**PROBLEM STATEMENT**
Return, unaltered, every line from the beginning of the material below up to and including the one with "phase = program.phases[number]".

**DATA EXCERPTS**
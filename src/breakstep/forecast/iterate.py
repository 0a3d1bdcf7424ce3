"""Another number of iterations: the last executed iteration of every repeat is copied, or left out."""

from __future__ import annotations

from dataclasses import replace

from breakstep.forecast.program import Phase, Program
from breakstep.forecast.waits import extent, repeats


def repeated(program: Program, stage: str, more: int) -> Program:
    """A program in which every run of a repeat takes so many iterations more, or fewer, but at least one.

    Parameters
    ----------
    stage : str
        The stage that makes the repeat's verdicts.
    """
    for _ in range(abs(more)):
        program = _one_more(program, stage) if more > 0 else _one_fewer(program, stage)
    return program


def _one_more(program: Program, stage: str) -> Program:
    phases: list[Phase] = []
    moved: dict[int, int] = {}  # old number -> number of the newest version of what it wrote
    copies = {_body(program, makers)[-1]: _body(program, makers) for makers in repeats(program, stage)}
    for number, phase in enumerate(program.phases):
        moved[number] = len(phases)
        phases.append(_behind(phase, moved))
        if number in copies:
            _copy(program, copies[number], phases, moved)
    return replace(program, phases=_renumbered(phases, program, stage))


def _body(program: Program, makers: list[int]) -> list[int]:
    """Phases of the last iteration that was executed."""
    executed = [number for number in makers if not program.phases[number].skipped] or makers[:1]
    first, after = extent(program, makers)
    iteration = program.phases[executed[-1]].iteration
    return [number for number in range(first, after) if program.phases[number].iteration == iteration]


def _copy(program: Program, body: list[int], phases: list[Phase], moved: dict[int, int]) -> None:
    """Append the iteration again: what it read of the iteration before, it now reads of itself."""
    length = len(body)
    shift: dict[int, int] = {}
    for number in body:
        phase = program.phases[number]
        reads = tuple((_again(source, body, length, moved, shift), pattern) for source, pattern in phase.reads)
        shift[number] = len(phases)
        phases.append(replace(phase, reads=reads))
    moved.update(shift)


def _again(source: int, body: list[int], length: int, moved: dict[int, int], shift: dict[int, int]) -> int:
    if source in shift:
        return shift[source]  # made earlier in the copy itself
    later = source + length  # the same stage, one iteration on
    return moved[later] if later in body else moved[source]


def _one_fewer(program: Program, stage: str) -> Program:
    dropped: dict[int, int] = {}
    for makers in repeats(program, stage):
        body = _body(program, makers)
        if program.phases[body[0]].iteration > program.phases[makers[0]].iteration:
            dropped.update({number: number - len(body) for number in body})
    phases: list[Phase] = []
    moved: dict[int, int] = {}
    for number, phase in enumerate(program.phases):
        if number in dropped:
            moved[number] = moved[dropped[number]]
            continue
        moved[number] = len(phases)
        phases.append(_behind(phase, moved))
    return replace(program, phases=_renumbered(phases, program, stage))


def _behind(phase: Phase, moved: dict[int, int]) -> Phase:
    return replace(phase, reads=tuple((moved[source], pattern) for source, pattern in phase.reads))


def _renumbered(phases: list[Phase], program: Program, stage: str) -> tuple[Phase, ...]:
    """Iterations counted anew where copies were put in or phases left out."""
    count: dict[tuple[int, str], int] = {}
    found = []
    inside = {p.stage for makers in repeats(program, stage) for n in [makers[0]] for p in _stages_of(program, n)}
    for phase in phases:
        if phase.iteration >= 0 and phase.stage in inside:
            key = (phase.cycle, phase.stage)
            phase = replace(phase, iteration=count.get(key, 0))
            count[key] = phase.iteration + 1
        found.append(phase)
    return tuple(found)


def _stages_of(program: Program, maker: int) -> list[Phase]:
    first, _ = extent(program, [maker])
    return list(program.phases[first : maker + 1])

**TASK RESPONSE**
filename src/breakstep/forecast/iterate.py
repository 0a3d1bdcf7424ce3
"""Another number of iterations: the last executed iteration of every repeat is copied, or left out."""

from __future__ import annotations

from dataclasses import replace

from breakstep.forecast.program import Phase, Program
from breakstep.forecast.waits import extent, repeats


def repeated(program: Program, stage: str, more: int) -> Program:
    """A program in which every run of a repeat takes so many iterations more, or fewer, but at least one.

    Parameters
    ----------
    stage : str
        The stage that makes the repeat's verdicts.
    """
    for _ in range(abs(more)):
        program = _one_more(program, stage) if more > 0 else _one_fewer(program, stage)
    return program


def _one_more(program: Program, stage: str) -> Program:
    phases: list[Phase] = []
    moved: dict[int, int] = {}  # old number -> number of the newest version of what it wrote
    copies = {_body(program, makers)[-1]: _body(program, makers) for makers in repeats(program, stage)}
    for number, phase in enumerate(program.phases):
        moved[number] = len(phases)
        phases.append(_behind(phase, moved))
        if number in copies:
            _copy(program, copies[number], phases, moved)
    return replace(program, phases=_renumbered(phases, program, stage))


def _body(program: Program, makers: list[int]) -> list[int]:
    """Phases of the last iteration that was executed."""
    executed = [number for number in makers if not program.phases[number].skipped] or makers[:1]
    first, after = extent(program, makers)
    iteration = program.phases[executed[-1]].iteration
    return [number for number in range(first, after) if program.phases[number].iteration == iteration]


def _copy(program: Program, body: list[int], phases: list[Phase], moved: dict[int, int]) -> None:
    """Append the iteration again: what it read of the iteration before, it now reads of itself."""
    length = len(body)
    shift: dict[int, int] = {}
    for number in body:
        phase = program.phases[number]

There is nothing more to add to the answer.